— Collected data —
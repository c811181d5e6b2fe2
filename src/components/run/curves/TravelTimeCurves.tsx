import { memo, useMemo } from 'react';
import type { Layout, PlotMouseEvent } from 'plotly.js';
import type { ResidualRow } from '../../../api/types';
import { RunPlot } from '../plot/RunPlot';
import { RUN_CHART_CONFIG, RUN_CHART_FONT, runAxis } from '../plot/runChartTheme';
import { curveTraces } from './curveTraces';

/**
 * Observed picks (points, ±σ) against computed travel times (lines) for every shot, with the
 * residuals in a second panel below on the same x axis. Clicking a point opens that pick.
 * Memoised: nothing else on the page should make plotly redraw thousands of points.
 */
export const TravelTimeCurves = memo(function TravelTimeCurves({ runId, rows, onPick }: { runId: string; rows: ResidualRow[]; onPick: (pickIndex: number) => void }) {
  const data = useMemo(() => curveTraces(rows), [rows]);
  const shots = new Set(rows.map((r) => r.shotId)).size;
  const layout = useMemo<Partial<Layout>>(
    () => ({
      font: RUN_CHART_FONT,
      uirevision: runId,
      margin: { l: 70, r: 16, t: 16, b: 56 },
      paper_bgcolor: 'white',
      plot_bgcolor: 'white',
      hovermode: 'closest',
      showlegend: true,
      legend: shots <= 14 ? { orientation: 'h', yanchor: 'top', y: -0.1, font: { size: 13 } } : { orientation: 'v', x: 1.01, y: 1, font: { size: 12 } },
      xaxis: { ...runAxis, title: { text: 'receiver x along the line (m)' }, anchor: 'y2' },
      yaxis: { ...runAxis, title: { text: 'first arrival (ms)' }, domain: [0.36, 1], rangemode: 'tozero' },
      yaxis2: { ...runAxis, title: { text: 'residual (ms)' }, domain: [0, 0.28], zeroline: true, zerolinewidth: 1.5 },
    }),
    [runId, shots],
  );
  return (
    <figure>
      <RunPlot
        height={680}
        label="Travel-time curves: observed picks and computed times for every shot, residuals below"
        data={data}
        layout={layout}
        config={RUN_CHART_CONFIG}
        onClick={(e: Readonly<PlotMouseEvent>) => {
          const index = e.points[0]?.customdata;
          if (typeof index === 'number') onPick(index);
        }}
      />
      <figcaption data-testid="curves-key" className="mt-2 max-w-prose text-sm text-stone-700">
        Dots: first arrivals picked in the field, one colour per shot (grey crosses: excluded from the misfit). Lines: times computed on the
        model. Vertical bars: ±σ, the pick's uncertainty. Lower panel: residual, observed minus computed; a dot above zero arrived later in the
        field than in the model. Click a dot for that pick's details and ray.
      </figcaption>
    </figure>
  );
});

--

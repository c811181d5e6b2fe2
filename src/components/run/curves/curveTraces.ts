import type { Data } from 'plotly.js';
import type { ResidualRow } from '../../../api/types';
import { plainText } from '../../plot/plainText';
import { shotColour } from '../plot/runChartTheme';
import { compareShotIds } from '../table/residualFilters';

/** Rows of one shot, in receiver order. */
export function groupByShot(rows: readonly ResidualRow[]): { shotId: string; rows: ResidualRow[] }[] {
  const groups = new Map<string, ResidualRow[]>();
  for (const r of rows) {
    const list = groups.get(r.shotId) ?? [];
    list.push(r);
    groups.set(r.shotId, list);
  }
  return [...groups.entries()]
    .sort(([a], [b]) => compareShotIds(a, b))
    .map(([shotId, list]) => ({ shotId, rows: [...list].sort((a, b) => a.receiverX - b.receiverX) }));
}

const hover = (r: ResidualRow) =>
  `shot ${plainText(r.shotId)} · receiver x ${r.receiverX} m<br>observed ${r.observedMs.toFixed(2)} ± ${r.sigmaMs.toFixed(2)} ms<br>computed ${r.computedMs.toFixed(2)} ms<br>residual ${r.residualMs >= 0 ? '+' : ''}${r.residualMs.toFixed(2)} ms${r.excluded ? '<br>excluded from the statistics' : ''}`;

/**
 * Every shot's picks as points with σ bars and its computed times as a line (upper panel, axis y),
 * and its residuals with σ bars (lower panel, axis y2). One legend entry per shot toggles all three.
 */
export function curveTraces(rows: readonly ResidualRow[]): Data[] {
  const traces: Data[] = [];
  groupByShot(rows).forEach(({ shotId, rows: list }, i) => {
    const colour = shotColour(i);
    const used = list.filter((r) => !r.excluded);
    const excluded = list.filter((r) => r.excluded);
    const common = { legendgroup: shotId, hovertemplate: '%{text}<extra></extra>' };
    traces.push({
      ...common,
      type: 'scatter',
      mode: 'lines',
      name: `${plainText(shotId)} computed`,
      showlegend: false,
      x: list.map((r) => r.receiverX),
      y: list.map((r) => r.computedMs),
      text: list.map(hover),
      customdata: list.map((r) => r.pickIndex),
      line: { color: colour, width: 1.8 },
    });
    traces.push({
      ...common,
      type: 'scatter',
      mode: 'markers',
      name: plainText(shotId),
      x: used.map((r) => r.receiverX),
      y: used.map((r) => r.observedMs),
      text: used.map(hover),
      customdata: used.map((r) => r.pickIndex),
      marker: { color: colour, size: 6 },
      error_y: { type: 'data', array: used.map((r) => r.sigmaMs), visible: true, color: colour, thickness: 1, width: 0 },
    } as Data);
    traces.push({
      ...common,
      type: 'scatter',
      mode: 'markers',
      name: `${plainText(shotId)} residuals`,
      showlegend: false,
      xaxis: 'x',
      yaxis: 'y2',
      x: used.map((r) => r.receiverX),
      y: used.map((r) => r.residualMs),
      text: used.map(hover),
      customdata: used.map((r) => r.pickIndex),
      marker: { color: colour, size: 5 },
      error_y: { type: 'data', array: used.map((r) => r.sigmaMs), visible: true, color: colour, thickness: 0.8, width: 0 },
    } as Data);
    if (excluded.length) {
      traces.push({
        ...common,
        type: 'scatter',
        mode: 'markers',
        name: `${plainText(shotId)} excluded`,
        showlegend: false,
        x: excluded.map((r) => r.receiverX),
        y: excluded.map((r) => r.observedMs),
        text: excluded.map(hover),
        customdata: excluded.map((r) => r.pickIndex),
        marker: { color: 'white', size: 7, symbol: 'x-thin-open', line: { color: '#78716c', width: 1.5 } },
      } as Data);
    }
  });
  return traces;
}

— BRIEF —
Please return every line of the records that contains the word "useMemo".

— RESULT OF THIS TASK —
import { memo, useMemo } from 'react';
  const data = useMemo(() => curveTraces(rows), [rows]);
  const layout = useMemo<Partial<Layout>>(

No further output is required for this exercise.